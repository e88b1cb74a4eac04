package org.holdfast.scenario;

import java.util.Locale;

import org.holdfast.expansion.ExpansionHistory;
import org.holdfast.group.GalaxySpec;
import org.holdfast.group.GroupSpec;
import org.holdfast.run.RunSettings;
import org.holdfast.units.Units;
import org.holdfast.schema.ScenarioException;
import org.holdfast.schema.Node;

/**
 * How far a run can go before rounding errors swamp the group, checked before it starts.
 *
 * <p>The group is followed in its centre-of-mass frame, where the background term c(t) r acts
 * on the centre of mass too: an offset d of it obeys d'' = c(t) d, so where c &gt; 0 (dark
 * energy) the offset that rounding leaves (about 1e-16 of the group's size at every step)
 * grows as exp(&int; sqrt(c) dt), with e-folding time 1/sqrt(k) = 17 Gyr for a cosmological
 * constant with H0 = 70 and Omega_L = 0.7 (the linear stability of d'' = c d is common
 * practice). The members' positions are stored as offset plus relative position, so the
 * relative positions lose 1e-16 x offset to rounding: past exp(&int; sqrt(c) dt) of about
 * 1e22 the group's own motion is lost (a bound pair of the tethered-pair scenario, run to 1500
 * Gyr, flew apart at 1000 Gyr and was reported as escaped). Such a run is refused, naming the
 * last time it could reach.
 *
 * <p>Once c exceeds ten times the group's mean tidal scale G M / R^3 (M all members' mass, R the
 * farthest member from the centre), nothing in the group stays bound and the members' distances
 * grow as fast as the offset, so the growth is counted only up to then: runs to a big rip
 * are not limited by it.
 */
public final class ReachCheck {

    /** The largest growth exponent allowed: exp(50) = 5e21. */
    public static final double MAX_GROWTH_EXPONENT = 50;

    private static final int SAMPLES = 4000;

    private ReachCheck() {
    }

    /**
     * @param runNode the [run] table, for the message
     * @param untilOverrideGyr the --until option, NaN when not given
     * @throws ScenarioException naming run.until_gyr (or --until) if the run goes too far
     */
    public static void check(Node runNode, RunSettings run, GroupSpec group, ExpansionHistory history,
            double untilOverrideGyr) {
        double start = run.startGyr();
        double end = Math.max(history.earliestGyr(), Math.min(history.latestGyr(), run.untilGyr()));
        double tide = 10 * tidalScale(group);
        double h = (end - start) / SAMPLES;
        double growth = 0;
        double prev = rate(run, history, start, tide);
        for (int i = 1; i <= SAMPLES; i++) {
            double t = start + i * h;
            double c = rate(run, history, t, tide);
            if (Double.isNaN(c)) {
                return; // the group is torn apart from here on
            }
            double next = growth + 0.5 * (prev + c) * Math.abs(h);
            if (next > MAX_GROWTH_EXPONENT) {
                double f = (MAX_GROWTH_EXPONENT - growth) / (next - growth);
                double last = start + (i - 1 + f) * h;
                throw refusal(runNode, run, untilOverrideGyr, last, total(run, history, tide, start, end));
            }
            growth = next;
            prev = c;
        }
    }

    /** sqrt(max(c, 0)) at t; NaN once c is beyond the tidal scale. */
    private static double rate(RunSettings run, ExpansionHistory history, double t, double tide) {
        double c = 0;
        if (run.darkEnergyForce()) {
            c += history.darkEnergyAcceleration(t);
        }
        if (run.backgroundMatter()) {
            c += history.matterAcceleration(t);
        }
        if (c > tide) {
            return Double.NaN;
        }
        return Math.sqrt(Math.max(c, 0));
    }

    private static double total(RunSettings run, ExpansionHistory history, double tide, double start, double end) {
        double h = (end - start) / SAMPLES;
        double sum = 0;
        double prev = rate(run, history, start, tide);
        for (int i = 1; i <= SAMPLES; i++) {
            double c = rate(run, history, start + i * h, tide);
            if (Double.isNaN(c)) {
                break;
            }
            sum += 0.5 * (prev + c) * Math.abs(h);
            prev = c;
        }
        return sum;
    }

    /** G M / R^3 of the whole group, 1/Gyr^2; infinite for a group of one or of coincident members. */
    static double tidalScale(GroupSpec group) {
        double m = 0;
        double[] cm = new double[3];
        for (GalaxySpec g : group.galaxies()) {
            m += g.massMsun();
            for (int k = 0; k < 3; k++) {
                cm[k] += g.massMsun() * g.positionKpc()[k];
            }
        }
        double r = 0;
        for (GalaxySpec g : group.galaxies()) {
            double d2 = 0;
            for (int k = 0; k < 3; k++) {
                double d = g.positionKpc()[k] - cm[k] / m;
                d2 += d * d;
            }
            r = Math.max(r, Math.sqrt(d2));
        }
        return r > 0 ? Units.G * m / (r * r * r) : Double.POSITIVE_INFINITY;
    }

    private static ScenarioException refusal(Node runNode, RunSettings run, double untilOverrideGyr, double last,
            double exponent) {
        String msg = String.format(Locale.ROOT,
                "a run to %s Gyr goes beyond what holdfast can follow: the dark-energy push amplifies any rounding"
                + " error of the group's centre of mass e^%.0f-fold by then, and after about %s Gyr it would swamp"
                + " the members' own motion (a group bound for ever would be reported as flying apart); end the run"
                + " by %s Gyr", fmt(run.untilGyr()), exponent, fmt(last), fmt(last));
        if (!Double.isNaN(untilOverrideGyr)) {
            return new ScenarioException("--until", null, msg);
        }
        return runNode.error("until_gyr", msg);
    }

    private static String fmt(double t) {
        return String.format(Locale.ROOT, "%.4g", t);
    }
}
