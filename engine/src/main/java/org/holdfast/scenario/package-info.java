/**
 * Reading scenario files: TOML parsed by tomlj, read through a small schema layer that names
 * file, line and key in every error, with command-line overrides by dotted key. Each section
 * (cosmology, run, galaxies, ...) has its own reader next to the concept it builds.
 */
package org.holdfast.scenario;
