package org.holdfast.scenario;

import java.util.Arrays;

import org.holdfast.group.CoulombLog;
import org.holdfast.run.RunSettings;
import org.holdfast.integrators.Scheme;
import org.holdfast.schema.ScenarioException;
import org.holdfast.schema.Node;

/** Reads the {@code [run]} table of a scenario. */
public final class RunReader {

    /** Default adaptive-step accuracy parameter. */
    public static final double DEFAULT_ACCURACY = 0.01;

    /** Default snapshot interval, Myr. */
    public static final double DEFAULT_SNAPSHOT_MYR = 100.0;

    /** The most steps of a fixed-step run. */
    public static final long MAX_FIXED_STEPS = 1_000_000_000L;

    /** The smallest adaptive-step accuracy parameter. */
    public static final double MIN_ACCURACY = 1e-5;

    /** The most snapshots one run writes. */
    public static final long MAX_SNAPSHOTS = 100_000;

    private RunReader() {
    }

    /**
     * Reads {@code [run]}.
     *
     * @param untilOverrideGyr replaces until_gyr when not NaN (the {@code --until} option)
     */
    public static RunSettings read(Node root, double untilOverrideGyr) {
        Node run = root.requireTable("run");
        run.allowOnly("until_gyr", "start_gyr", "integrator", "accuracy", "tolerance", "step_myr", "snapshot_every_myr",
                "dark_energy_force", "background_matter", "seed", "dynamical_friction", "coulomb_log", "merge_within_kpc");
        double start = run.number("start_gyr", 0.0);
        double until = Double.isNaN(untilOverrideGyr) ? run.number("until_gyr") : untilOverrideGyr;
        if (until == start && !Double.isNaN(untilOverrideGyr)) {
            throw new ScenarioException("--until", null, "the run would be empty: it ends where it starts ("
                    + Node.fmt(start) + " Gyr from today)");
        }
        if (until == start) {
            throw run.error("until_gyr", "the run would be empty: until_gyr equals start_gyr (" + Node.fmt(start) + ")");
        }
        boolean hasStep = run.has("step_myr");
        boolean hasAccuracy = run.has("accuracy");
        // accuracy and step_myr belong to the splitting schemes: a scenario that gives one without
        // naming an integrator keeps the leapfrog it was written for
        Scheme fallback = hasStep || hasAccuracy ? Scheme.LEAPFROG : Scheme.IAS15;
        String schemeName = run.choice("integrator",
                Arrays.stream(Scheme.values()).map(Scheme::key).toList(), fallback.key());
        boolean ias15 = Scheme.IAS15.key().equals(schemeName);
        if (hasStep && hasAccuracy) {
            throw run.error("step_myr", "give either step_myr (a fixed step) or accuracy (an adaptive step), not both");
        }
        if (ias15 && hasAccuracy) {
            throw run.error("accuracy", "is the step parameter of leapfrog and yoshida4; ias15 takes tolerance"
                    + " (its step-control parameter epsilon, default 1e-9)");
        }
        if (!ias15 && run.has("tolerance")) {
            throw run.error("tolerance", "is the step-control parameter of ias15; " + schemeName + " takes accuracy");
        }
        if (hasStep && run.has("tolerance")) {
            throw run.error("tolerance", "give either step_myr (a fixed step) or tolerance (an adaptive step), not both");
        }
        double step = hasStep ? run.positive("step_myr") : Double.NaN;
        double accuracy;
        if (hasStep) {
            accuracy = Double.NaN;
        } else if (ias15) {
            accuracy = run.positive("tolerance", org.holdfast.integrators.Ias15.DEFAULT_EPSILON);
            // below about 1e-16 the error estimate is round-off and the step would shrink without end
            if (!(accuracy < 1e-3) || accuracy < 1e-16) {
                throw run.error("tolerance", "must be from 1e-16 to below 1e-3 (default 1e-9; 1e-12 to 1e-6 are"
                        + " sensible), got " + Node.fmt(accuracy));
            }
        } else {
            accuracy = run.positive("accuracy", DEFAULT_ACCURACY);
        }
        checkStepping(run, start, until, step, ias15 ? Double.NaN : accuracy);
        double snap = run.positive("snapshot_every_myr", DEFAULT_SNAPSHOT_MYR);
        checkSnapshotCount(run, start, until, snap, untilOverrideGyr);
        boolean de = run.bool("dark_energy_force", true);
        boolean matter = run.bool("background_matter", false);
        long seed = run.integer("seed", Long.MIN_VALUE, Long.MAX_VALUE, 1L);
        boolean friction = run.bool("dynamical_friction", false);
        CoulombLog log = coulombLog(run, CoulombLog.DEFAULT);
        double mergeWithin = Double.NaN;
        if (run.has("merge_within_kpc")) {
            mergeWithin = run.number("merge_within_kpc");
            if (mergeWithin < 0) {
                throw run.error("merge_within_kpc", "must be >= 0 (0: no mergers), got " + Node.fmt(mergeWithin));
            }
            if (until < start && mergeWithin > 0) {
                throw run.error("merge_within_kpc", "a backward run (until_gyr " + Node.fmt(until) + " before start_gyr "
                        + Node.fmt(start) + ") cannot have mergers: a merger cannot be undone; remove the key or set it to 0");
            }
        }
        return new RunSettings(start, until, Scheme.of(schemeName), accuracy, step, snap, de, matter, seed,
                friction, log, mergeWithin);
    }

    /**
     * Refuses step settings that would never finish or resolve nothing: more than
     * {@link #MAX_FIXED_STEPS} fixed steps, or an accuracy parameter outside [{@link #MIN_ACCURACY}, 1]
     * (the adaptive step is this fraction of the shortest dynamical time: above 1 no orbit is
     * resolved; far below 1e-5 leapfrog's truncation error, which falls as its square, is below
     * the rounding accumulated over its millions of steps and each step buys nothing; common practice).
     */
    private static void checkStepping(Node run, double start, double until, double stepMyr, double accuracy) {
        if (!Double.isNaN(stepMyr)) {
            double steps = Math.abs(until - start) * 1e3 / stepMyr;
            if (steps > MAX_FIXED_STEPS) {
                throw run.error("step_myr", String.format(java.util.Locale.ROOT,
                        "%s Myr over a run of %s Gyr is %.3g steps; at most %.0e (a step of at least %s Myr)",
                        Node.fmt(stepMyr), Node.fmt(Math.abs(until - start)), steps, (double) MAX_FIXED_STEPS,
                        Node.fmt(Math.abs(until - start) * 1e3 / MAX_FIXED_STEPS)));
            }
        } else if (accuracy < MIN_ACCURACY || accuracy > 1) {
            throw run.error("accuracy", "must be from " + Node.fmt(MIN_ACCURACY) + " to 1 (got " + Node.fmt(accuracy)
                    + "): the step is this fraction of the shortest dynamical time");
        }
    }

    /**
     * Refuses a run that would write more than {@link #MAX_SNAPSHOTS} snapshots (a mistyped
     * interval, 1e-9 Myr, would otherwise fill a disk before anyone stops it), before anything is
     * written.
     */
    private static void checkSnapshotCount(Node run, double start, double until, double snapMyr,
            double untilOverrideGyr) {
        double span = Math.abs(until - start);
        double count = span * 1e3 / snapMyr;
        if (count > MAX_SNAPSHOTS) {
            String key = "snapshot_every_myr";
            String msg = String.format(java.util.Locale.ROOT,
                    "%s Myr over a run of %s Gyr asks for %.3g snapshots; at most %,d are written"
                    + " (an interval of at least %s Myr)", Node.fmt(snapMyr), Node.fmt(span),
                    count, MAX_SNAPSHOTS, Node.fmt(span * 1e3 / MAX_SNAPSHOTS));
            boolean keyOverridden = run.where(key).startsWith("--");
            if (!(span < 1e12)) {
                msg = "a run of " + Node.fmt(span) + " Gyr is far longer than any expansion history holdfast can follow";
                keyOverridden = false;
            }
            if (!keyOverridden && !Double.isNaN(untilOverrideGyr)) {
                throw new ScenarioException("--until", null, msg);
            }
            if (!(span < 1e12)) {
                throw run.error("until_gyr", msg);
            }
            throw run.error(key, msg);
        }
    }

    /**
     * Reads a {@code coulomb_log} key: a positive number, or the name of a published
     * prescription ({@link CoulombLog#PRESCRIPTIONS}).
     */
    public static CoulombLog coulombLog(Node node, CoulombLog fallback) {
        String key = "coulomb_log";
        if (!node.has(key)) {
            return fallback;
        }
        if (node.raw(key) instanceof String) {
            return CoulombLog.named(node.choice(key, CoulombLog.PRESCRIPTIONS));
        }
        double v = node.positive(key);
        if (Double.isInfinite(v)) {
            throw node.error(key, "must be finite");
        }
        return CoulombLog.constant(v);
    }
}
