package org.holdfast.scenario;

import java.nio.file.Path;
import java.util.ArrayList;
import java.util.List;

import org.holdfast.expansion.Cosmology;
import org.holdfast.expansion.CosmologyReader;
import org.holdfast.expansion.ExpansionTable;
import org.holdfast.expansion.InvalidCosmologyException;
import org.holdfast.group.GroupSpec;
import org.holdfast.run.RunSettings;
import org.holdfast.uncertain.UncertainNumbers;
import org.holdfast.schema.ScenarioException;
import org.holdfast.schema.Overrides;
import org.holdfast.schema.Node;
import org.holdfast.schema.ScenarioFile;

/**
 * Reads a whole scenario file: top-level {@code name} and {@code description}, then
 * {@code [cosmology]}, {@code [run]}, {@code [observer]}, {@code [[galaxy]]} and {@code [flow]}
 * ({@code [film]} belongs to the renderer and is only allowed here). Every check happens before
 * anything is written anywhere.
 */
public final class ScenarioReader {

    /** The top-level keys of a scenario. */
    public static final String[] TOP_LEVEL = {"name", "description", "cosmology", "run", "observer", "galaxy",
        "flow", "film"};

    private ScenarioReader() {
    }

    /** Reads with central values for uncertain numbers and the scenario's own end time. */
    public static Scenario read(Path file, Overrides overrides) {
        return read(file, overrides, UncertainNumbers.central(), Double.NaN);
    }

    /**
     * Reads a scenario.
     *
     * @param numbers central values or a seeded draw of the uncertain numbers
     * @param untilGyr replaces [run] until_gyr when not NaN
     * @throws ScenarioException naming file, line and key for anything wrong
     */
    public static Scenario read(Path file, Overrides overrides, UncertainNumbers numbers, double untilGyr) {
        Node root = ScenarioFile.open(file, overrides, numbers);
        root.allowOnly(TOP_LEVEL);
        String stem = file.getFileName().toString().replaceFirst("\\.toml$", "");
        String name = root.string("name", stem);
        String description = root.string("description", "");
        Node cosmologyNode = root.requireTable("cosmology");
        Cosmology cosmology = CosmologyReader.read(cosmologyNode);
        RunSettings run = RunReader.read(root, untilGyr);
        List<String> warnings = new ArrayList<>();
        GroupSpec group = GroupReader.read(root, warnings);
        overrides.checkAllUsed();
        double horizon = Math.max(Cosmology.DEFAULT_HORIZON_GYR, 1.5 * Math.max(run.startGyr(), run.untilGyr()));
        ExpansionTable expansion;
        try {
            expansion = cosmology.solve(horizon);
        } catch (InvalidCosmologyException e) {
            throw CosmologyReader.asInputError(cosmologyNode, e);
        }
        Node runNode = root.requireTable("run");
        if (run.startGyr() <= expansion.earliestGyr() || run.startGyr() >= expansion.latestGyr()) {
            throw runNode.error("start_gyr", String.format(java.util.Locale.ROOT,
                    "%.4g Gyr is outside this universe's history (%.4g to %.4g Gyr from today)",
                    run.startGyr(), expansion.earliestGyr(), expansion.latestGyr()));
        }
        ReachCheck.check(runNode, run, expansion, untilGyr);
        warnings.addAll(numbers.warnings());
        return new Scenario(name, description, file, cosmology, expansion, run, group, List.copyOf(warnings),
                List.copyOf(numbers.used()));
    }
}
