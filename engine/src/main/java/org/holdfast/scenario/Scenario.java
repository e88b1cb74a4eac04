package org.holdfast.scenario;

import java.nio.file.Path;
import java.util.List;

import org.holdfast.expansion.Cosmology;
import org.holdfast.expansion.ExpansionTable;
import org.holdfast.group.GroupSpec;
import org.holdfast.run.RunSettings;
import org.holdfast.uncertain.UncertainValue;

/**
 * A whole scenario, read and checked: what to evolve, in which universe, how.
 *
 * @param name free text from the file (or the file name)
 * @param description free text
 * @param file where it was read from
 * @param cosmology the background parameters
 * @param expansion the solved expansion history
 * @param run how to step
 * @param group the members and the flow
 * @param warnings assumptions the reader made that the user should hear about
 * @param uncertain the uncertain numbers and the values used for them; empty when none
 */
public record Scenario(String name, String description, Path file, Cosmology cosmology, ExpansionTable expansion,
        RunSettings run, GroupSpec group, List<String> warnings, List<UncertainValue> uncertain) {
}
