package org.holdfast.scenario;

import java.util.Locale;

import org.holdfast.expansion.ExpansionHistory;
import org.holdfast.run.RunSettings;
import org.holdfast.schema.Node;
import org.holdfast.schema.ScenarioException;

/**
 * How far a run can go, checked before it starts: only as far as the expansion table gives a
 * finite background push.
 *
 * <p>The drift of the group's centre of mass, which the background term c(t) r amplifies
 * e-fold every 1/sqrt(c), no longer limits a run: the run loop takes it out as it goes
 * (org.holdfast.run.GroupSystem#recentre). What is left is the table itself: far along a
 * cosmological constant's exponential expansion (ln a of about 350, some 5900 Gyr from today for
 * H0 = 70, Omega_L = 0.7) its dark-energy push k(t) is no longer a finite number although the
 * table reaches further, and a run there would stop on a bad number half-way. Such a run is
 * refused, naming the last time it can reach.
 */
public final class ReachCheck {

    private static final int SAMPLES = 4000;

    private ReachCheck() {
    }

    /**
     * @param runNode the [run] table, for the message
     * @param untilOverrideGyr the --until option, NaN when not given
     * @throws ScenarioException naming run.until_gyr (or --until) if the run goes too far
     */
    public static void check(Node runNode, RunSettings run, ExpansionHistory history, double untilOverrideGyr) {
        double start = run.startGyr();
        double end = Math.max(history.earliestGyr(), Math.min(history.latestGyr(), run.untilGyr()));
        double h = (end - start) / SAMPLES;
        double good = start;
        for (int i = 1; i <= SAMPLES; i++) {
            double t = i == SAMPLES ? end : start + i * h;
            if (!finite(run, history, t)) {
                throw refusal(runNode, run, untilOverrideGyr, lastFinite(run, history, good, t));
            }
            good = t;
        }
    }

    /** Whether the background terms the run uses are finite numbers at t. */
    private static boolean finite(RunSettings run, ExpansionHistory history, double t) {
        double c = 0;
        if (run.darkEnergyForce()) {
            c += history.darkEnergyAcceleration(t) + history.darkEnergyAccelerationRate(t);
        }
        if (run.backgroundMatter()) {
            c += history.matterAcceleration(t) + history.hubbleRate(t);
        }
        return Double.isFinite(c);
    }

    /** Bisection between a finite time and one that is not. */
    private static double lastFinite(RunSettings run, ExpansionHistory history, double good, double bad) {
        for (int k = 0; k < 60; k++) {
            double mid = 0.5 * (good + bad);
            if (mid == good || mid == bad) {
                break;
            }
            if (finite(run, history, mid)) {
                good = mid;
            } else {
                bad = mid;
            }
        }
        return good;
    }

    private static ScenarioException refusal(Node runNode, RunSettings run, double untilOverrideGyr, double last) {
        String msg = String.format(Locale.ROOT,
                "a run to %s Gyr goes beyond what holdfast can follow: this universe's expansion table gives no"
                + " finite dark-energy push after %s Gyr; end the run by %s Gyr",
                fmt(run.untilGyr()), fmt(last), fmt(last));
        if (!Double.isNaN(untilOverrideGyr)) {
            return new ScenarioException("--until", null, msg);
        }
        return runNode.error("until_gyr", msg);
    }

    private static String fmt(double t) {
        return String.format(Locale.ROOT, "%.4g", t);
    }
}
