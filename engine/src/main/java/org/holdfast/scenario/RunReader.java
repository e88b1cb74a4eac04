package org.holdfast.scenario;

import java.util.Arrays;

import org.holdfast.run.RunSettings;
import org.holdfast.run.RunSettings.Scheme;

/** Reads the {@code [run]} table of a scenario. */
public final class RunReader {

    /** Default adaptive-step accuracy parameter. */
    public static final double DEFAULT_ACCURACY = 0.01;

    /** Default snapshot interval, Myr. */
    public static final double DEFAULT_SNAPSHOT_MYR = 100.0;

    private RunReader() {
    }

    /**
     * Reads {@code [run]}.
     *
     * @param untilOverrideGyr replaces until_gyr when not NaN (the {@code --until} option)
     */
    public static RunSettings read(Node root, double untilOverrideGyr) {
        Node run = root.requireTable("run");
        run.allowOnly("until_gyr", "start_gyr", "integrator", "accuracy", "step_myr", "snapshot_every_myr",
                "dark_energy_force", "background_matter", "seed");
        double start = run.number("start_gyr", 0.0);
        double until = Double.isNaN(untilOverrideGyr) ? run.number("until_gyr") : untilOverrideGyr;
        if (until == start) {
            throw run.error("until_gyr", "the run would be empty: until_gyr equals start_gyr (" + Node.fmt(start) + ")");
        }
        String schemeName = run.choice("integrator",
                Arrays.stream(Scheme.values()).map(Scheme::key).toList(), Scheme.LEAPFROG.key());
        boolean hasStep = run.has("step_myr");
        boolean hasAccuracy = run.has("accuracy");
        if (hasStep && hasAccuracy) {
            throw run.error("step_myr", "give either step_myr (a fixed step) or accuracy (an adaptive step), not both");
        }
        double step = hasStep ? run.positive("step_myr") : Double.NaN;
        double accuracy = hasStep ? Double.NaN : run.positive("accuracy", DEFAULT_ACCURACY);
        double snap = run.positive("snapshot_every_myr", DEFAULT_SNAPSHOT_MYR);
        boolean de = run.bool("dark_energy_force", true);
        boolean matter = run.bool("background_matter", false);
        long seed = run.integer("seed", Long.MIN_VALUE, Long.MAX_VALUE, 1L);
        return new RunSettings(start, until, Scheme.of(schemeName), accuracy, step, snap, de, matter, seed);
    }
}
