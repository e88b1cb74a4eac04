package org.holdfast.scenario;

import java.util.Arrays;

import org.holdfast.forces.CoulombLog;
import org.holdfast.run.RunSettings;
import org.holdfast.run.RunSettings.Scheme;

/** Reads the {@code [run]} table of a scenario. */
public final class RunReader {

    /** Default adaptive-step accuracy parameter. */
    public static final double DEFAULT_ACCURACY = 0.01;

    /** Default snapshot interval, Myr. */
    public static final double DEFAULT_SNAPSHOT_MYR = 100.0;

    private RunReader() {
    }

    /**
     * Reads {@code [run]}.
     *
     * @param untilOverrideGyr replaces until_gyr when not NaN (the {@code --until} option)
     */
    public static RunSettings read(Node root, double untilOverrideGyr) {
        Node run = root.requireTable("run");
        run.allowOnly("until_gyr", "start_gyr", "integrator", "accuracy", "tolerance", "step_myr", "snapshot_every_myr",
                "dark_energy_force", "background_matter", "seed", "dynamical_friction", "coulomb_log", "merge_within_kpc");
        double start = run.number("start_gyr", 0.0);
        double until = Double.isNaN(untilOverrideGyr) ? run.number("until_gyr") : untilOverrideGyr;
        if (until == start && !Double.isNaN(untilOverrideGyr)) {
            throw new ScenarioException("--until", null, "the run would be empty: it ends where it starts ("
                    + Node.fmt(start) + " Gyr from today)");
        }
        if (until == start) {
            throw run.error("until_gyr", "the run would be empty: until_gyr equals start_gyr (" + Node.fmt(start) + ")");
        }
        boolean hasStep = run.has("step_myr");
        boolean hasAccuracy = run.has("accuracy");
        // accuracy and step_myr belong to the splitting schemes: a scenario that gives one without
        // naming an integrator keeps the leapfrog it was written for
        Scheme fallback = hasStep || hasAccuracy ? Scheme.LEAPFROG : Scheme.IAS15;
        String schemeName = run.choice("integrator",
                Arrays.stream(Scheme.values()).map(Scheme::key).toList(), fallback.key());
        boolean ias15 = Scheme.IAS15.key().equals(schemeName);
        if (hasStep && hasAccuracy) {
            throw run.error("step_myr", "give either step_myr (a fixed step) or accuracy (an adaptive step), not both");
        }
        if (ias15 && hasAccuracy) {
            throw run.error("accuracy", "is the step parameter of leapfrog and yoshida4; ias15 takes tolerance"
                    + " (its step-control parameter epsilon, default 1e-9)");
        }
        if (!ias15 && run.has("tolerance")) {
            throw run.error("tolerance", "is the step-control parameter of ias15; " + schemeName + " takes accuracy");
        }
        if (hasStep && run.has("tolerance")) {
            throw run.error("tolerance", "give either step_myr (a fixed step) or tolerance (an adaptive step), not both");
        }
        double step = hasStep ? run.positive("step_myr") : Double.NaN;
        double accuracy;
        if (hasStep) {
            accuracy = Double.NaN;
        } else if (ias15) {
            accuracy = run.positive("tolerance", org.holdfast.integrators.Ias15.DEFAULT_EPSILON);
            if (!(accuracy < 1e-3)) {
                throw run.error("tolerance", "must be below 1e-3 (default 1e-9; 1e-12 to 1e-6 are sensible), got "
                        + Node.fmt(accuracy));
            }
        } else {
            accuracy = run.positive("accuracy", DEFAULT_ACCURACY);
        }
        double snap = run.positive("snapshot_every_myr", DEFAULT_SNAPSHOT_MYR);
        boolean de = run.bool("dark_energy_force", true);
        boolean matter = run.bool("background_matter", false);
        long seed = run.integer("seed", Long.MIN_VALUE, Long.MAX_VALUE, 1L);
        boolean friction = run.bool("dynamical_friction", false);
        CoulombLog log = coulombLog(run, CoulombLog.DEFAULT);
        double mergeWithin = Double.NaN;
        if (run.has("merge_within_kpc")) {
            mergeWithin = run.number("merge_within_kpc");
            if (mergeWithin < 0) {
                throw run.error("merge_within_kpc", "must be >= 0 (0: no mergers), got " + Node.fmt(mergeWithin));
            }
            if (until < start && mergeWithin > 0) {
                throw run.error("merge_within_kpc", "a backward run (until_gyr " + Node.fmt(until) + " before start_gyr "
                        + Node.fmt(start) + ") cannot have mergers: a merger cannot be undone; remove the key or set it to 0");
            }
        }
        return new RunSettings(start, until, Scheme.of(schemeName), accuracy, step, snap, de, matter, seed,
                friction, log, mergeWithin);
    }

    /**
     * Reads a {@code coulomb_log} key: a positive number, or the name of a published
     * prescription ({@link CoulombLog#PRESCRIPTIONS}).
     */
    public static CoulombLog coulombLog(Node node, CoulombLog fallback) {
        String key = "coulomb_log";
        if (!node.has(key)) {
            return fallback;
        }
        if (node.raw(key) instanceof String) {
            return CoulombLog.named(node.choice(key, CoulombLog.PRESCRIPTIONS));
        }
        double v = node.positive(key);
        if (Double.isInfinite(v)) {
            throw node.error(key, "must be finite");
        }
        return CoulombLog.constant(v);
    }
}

# # # # #

Action item —
Which lines in the records above contain the word "after"? Copy each one.

Finished task —
                + " error of the group's centre of mass e^%.0f-fold by then, and after about %s Gyr it would swamp"
                + " finite dark-energy push after %s Gyr; end the run by %s Gyr",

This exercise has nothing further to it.